Indira Gandhi Medical College & Research Institute, Puducherry, India

Abstract

Dyschromatosis universalis hereditaria (DUH) is usually an autosomal dominantly inherited disorder characterized by the presence of hypopigmented as well as hyperpigmented macules. We report an Indian patient with DUH with widespread involvement of skin including the face, oral mucous membranes (including tongue), and palms and soles. Our patient also exhibited nail changes, involvement of scalp hair, and keratosis pilaris.



Introduction

Dyschromatosis universalis hereditaria (DUH) is a subtype of reticulate pigmentary dermatoses (RPD) [1] with autosomal dominant (rarely recessive) inheritance [2]. It was initially reported from Japan and subsequently from several other countries. It is characterized by the presence of both hyperpigmented and hypopigmented, small, irregular macules, uniformly distributed over the entire body [3]. Most cases present within the first few years of life. Various systemic associations including small stature and high-tone deafness have been described [4]. Involvement of palms, soles, nails, oral mucosa, hair, and face are unusual. We report a case of DUH with widespread involvement of skin including the face, oral mucous membranes, including the tongue. Our patient also showed pigmentation of palms and soles, nail changes, involvement of scalp hair, and keratosis pilaris.


Case Report


Figure 1Figure 2

Figure 3Figure 4

A 16-year-old boy, born to healthy, non-consanguineous parents, presented with asymptomatic pigmented lesions all over the body since 10 years of age. The initial location of the pigmented lesions was on the neck, followed by sequential involvement of both the axillae, hands, and feet, including palms and soles. Progressively, the rest of the body became involved within a span of 5 years. Hypopigmented macules appeared within the hyperpigmented skin during the course of his disease. He also had progressive hyperpigmentation of the nails since 12 years of age. There was no history of any preceding dermatoses, drug intake, or exposure to chemicals or tars. He did not exhibit heat intolerance or any systemic illness. Developmental history was normal and no one in the family had similar complaints.

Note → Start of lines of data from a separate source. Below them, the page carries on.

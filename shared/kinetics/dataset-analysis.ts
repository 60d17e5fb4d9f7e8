import type { KineticsErrorCode } from './numeric/kinetics-error.ts';
import type { SeriesAnalysis, SeriesOptions } from './series-analysis.ts';
import type { ConditionShelfLife } from './stability/condition-shelf-lives.ts';
import type { Q1eDeclaration } from './stability/q1e-declaration.ts';
import type { ArrheniusFit } from './temperature/arrhenius-fit.ts';
import type { EyringFit } from './temperature/eyring-fit.ts';
import type { RateConstantPrediction } from './temperature/predict-rate-constant.ts';
import type { TemperatureFitWeighting } from './temperature/rate-constant-measurement.ts';
import type { AttributeDirection, ErrorModel, IntegerOrder } from './types.ts';

/* The options and findings of `analyseDataset` (analyse-dataset.ts), apart from the computation so that
   the method statement can describe them without importing the analysis. */

export interface DatasetOptions extends Omit<SeriesOptions, 'errorModel'> {
  errorModel?: 'auto' | ErrorModel;
  /** Temperature (°C) at which k is predicted from the Arrhenius fit. */
  storageTemperatureC?: number;
  /** Direction of the attribute for Q1E; by default from the limits given. */
  direction?: AttributeDirection;
  arrheniusWeighting?: TemperatureFitWeighting;
  /**
   * What the study declares for the ICH Q1E extrapolation limit. Anything left out is unknown and
   * takes the most conservative branch; the long-term condition defaults to `storageTemperatureC`.
   */
  q1e?: Partial<Q1eDeclaration>;
}

export interface SeriesResult {
  id: string;
  batch: string | null;
  temperatureC: number | null;
  analysis: SeriesAnalysis | null;
  error: { code: KineticsErrorCode; message: string } | null;
}

export interface TemperatureRateConstant {
  temperatureC: number;
  k: number;
  kStandardError: number | null;
  lnK: number;
  seriesIds: string[];
  pooling: 'single-series' | 'inverse-variance-mean-of-ln-k' | 'mean-of-ln-k';
}

export interface DatasetArrhenius {
  order: IntegerOrder | null;
  /**
   * 'analyst': fixed; 'study': the study's working order (no series named one); 'data': lowest
   * summed AICc; 'formation': zero order by rule, because the attribute increases (`rateSense`).
   */
  orderSource: 'analyst' | 'data' | 'study' | 'formation' | null;
  /**
   * Which rate the line is fitted to. 'loss': k of the rate law −dC/dt = k·Cⁿ (the attribute
   * falls). 'formation': with `direction: 'increasing'`, the zero-order formation rate
   * dC/dt = −k₀ > 0 (value unit per time unit) of an attribute that rises (a degradation product,
   * water); `rateConstants[].k`, the fit and the prediction are then of that rate. Absent in
   * results stored before engine 0.4.0, which are all 'loss'.
   */
  rateSense: 'loss' | 'formation';
  /** Summed AICc of orders 0, 1, 2 over the series where all three were compared. */
  aiccTotals: [number | null, number | null, number | null];
  kUnit: string | null;
  rateConstants: TemperatureRateConstant[];
  excludedSeries: { id: string; reason: string }[];
  fit: ArrheniusFit | null;
  /** Eyring line through the same rate constants (ΔH‡, ΔS‡); null when there is no Arrhenius fit. */
  eyring: { fit: EyringFit | null; notApplicableReason: string | null } | null;
  /**
   * Q10 implied by Ea over fromC → fromC + 10 °C, fromC the storage temperature (else the lowest
   * tested one); the interval is Ea's interval carried through (Q10 rises with Ea). Null without a fit.
   */
  q10: { fromC: number; toC: number; estimate: number; interval: [number, number] | null } | null;
  notApplicableReason: string | null;
  prediction:
    | (RateConstantPrediction & {
        t90: { estimate: number; ci: [number, number] | null } | null;
        halfLife: { estimate: number; ci: [number, number] | null } | null;
        derivedReason: string | null;
      })
    | null;
}

export type { ConditionShelfLife };

export interface DatasetWarning {
  code:
    | 'series-not-analysed'
    | 'order-disagreement'
    | 'no-order-named'
    | 'arrhenius-extrapolation'
    | 'non-finite-replaced';
  message: string;
}

/** The result of `analyseDataset` before its method statement is written. */
export interface DatasetFindings {
  engineVersion: string;
  confidenceLevel: number;
  series: SeriesResult[];
  arrhenius: DatasetArrhenius | null;
  shelfLife: ConditionShelfLife[] | null;
  /** The Q1E declaration the shelf-life proposals used, unknowns included; null without a limit. */
  q1eDeclaration: Q1eDeclaration | null;
  warnings: DatasetWarning[];
}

Cutaneous examination demonstrated diffuse hyperpigmentation with 1-2 mm sized hypopigmented macules within the hyperpigmentation (giving a mottled appearance) distributed symmetrically over the face, neck, trunk, and dorsa of hands and feet (Figures 1, 2, and 3). The mottled appearance was most prominent over the neck, axillae, wrists, hands, and feet. Palms and soles showed diffuse hyperpigmentation as well as spotty depigmented macules (Figure 4). Dermatoglyphics were normally disposed. Keratotic follicular papules were seen on the posterolateral aspects of the arms and anterolateral aspects of the thighs, suggestive of keratosis pilaris (Figure 5). Diffuse thinning of hair (nonscarring alopecia) was seen over the scalp (frontal, parietal, and vertex) (Figure 6). Hyperpigmentation was seen over the tongue, buccal, and palatal mucosae (Figure 7). Teeth were normal. Hyperpigmentation and mild thinning of all fingernails and dystrophy of all toenails were seen (Figure 4). Hyperpigmentation of penis and scrotum was also present. Systemic examination was normal.


Figure 5Figure 6

Figure 7Figure 8

Hemogram, serum biochemistry, electrolytes, liver function tests, urine and stool examination, and serum cortisol (8 AM) were within normal limits. In addition, chest X-ray, ultrasound abdomen, and echo heart did not reveal any abnormalities.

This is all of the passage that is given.